Hofgeismar. Die Hofgeismarer SPD versucht Bürgermeister Heinrich Sattler „unehrenhaft und unmenschlich“ aus dem Rathaus zu jagen – diesen Vorwurf erhebt die CDU. Denn bis Ende des Jahres ist Sattler noch offiziell Rathauschef.

Aktualisiert um 14.30 Uhr

Doch auf Druck von SPD, Linken und WSD soll der Amtsinhaber schon jetzt das Feld räumen und seinen Resturlaub nehmen. Man wolle finanziellen Schaden von der Stadt abwenden, sagt die SPD.

Hintergrund ist: Der Bürgermeister hat erheblichen Resturlaub – sowohl vom Vorjahr als auch aus 2014. Von insgesamt über 50 Tagen ist die Rede. Diesen Urlaub soll er nun nehmen – damit wäre seine Amtszeit praktisch vorzeitig zu Ende. Zudem verfügt Sattler über einen kleinen Etat, den er für seine Aufgaben einsetzen kann. Die Rede ist von Tausend Euro. Diese Mittel sind nun gestrichen worden. Auch Dienstreisen soll er nicht mehr machen.

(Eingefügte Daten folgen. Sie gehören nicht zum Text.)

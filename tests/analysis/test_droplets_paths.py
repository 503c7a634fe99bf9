"""Droplet labelling's fast paths pinned against mesh-wide computations of the same rules.

``label_droplets`` works on the near cells only (c above the band floor) with a per-mesh
neighbour table (index arithmetic on regular grids), numbers grid pieces in the raster order of
``scipy.ndimage.label``, and shares the band by breadth-first rings and pointer jumping. Here the
same quantities are computed over the whole mesh in the plainest way (connected components of
``Mesh.adjacency`` with ``scipy.sparse.csgraph``, the ring rule of the Notes one ring at a time)
and compared exactly; regular grids are also compared with the same mesh taken through the
general (unstructured) path.
"""

import numpy as np
import pytest
from scipy import ndimage, sparse
from scipy.sparse import csgraph

from phasegauge.analysis import _droplet_graph
from phasegauge.analysis.droplets import TABLE_COLUMNS, label_droplets
from phasegauge.model.mesh import Mesh
from phasegauge.meshgen import delaunay_mesh, grid_mesh

LEVEL, FLOOR = 0.5, 1e-3


# ----------------------------------------------------------------------------- helpers
def logistic(distance, eps):
    """Logistic profile c = 1/2 (1 - tanh(n / (2 eps))) (Olsson & Kreiss 2005)."""
    return 0.5 * (1.0 - np.tanh(distance / (2.0 * eps)))


def blob_field(mesh, seed, *, periodic=(), n_blobs=6, eps=0.03, nan_cells=0):
    """Diffuse discs/spheres at random centres and radii (no two cells tie in c), wrapped across
    the periodic axes (indices into the mesh coordinates)."""
    rng = np.random.default_rng(seed)
    X = mesh.cell_centroids
    plane = list(mesh.plane_axes[: mesh.dimension])
    lo, span = mesh.bounds[0, plane], mesh.bounds[1, plane] - mesh.bounds[0, plane]
    centres = lo + rng.random((n_blobs, mesh.dimension)) * span
    d = X[:, None, :] - centres[None]
    for ax in periodic:
        d[..., ax] -= span[ax] * np.round(d[..., ax] / span[ax])
    radius = rng.uniform(0.07, 0.16, n_blobs) * span.max()
    c = logistic((np.linalg.norm(d, axis=2) - radius).min(axis=1), eps * span.max())
    if nan_cells:
        c[rng.choice(mesh.n_cells, nan_cells, replace=False)] = np.nan
    return c


def twin_without_grid(mesh):
    """The same mesh, taken through the unstructured path (its regular-grid layout hidden)."""
    twin = Mesh(mesh.points, [(b.cell_type, b.connectivity) for b in mesh.blocks])
    twin.__dict__["regular_grid"] = None  # the cached property's slot: the grid is not seen
    return twin


def shuffled(mesh, seed):
    """The same cells in a random order (cell numbers no longer follow the grid's raster)."""
    (block,) = mesh.blocks
    order = np.random.default_rng(seed).permutation(mesh.n_cells)
    return Mesh(mesh.points, [(block.cell_type, block.connectivity[order])])


def periodic_pairs(mesh, axes):
    pairs = [_droplet_graph.periodic_pairs(mesh, ax)[0] for ax in axes]
    return np.concatenate(pairs) if pairs else np.empty((0, 2), np.int64)


def reference_labels(mesh, c, connectivity, extra):
    """Connected components of the c > level cells over the whole mesh
    (scipy.sparse.csgraph.connected_components on Mesh.adjacency plus the periodic pairs),
    numbered in the order of each droplet's first cell."""
    inside = np.nan_to_num(c, nan=0.0) > LEVEL
    adjacency = mesh.adjacency(connectivity).tocoo()
    i = np.concatenate([adjacency.row, extra[:, 0]])
    j = np.concatenate([adjacency.col, extra[:, 1]])
    keep = inside[i] & inside[j]
    graph = sparse.coo_matrix((np.ones(keep.sum()), (i[keep], j[keep])), shape=(mesh.n_cells,) * 2)
    _, comp = csgraph.connected_components(graph, directed=False)
    labels = np.full(mesh.n_cells, -1)
    cells = np.flatnonzero(inside)
    _, first = np.unique(comp[cells], return_index=True)
    number = {comp[cells[f]]: n for n, f in enumerate(np.sort(first))}
    labels[cells] = [number[x] for x in comp[cells]]
    return labels


def reference_shared(mesh, c, labels, extra, rings=32):
    """The Notes' band rule over the whole mesh, one ring at a time: every band cell next to an
    assigned cell takes the droplet of its assigned neighbour with the highest clipped c, the
    lowest cell number on a tie. Also returns whether cells were still growing after ``rings``."""
    c0 = np.nan_to_num(c, nan=0.0)
    near = c0 > FLOOR
    p = np.concatenate([mesh.face_pairs, extra])
    p = p[near[p[:, 0]] & near[p[:, 1]]]
    tail = np.concatenate([p[:, 0], p[:, 1]])
    head = np.concatenate([p[:, 1], p[:, 0]])
    cc = np.clip(c0, 0.0, 1.0)
    shared = labels.copy()
    for _ in range(rings):
        grow = (shared[tail] >= 0) & (shared[head] < 0)
        if not grow.any():
            return shared, False
        t, h = tail[grow], head[grow]
        order = np.lexsort((t, -cc[t], h))
        t, h = t[order], h[order]
        first = np.concatenate([[True], h[1:] != h[:-1]])
        shared[h[first]] = shared[t[first]]
    return shared, bool(((shared[tail] >= 0) & (shared[head] < 0)).any())


def corner_boxes(mesh):
    lo = np.vstack([mesh.coordinates[b.connectivity].min(axis=1) for b in mesh.blocks])
    hi = np.vstack([mesh.coordinates[b.connectivity].max(axis=1) for b in mesh.blocks])
    return lo, hi


def assert_same_result(a, b):
    np.testing.assert_array_equal(a.labels, b.labels)
    np.testing.assert_array_equal(a.shared_labels, b.shared_labels)
    np.testing.assert_array_equal(a.weights, b.weights)
    assert list(a.table.columns) == list(b.table.columns) == list(TABLE_COLUMNS)
    for column in TABLE_COLUMNS:
        np.testing.assert_allclose(a.table[column].to_numpy(float), b.table[column].to_numpy(float),
                                   rtol=1e-12, atol=0, err_msg=column)


CASES = [("quad", 2, 30), ("triangle", 2, 30), ("polygon", 2, 24), ("mixed", 2, 24),
         ("hexahedron", 3, 10), ("tetra", 3, 9), ("wedge", 3, 9), ("pyramid", 3, 7), ("mixed", 3, 8)]


def case_mesh(kind, dim, n):
    return grid_mesh((n,) * dim, kind=kind)


# ----------------------------------------------------------------------------- neighbour table
@pytest.mark.parametrize("kind, dim, n", CASES + [("delaunay", 2, 300), ("delaunay", 3, 200)])
def test_neighbour_table_lists_the_face_neighbours(kind, dim, n):
    """Each row of the cached table holds exactly the cell's row of Mesh.adjacency('face')
    (from the grid's index arithmetic on regular grids, from the face pairs elsewhere)."""
    mesh = delaunay_mesh(n, dim=dim, seed=3) if kind == "delaunay" else case_mesh(kind, dim, n)
    table = _droplet_graph.neighbour_table(mesh)
    adjacency = mesh.adjacency("face").tocsr()
    assert table.shape[0] == mesh.n_cells
    for cell in range(mesh.n_cells):
        row = table[cell]
        expected = adjacency.indices[adjacency.indptr[cell]:adjacency.indptr[cell + 1]]
        assert sorted(row[row >= 0].tolist()) == sorted(expected.tolist())


# ----------------------------------------------------------------------------- whole mesh vs near cells
@pytest.mark.parametrize("kind, dim, n", CASES)
@pytest.mark.parametrize("connectivity", ["face", "point"])
def test_labels_and_band_follow_the_mesh_wide_rule(kind, dim, n, connectivity):
    """Labels equal the connected components over the whole mesh (scipy.sparse.csgraph), the shared
    labels equal the ring rule applied to the whole mesh, and the table's sums equal numpy sums over
    the shared labels (exact up to the order of summation: rtol 1e-12)."""
    mesh = case_mesh(kind, dim, n)
    c = blob_field(mesh, seed=n + dim, nan_cells=3)
    result = label_droplets(mesh, c, connectivity=connectivity)
    extra = np.empty((0, 2), np.int64)
    labels = reference_labels(mesh, c, connectivity, extra)
    shared, growing = reference_shared(mesh, c, labels, extra)
    assert not growing and result.count >= 2
    np.testing.assert_array_equal(result.labels, labels)  # scipy.sparse.csgraph.connected_components, exact
    np.testing.assert_array_equal(result.shared_labels, shared)  # the Notes' ring rule over the whole mesh, exact

    c0 = np.nan_to_num(c, nan=0.0)
    dV = mesh.cell_measures
    member = shared >= 0
    inside = labels >= 0
    volume = np.bincount(shared[member], weights=(c0 * dV)[member])
    table = result.table
    np.testing.assert_allclose(table["volume"], volume, rtol=1e-12)  # numpy sums over the whole mesh
    np.testing.assert_allclose(table["threshold_volume"], np.bincount(labels[inside], weights=dV[inside]), rtol=1e-12)
    X = mesh.cell_centroids
    plane = [f"centroid_{'xyz'[a]}" for a in mesh.plane_axes[:dim]]
    for d, column in enumerate(plane):
        expected = np.bincount(shared[member], weights=(c0 * dV * X[:, d])[member]) / volume
        np.testing.assert_allclose(table[column], expected, rtol=1e-12)
    lo, hi = corner_boxes(mesh)  # corner min/max of every cell, numpy
    for d, a in enumerate(mesh.plane_axes[:dim]):
        for drop in range(result.count):
            cells = labels == drop
            assert table[f"bbox_min_{'xyz'[a]}"][drop] == lo[cells, d].min()
            assert table[f"bbox_max_{'xyz'[a]}"][drop] == hi[cells, d].max()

„Nach 18 Jahren hat es ein Bürgermeister nicht verdient, vom Hof gejagt zu werden“, sagt Maik Sembowski, Vorsitzender der Hofgeismarer CDU. Bei der SPD versteht man die Aufregung nicht: „Es geht darum, dass der Bürgermeister Anspruch auf Auszahlung erheben könnte“, sagt Peter Nissen, SPD-Stadtverbandsvorsitzender. Der Magistratsbeschluss sei nicht bindend, sichere aber die Stadt ab: Nimmt Sattler keinen Urlaub, kann er auch kein Geld einfordern. Was die Stadt das kosten könnte, dazu macht Nissen keine Angaben: „Es geht nicht ums Geld, sondern um das Prinzip.“ Jedem Mitarbeiter der Stadt stehe Urlaub zu, den er auch nehmen solle.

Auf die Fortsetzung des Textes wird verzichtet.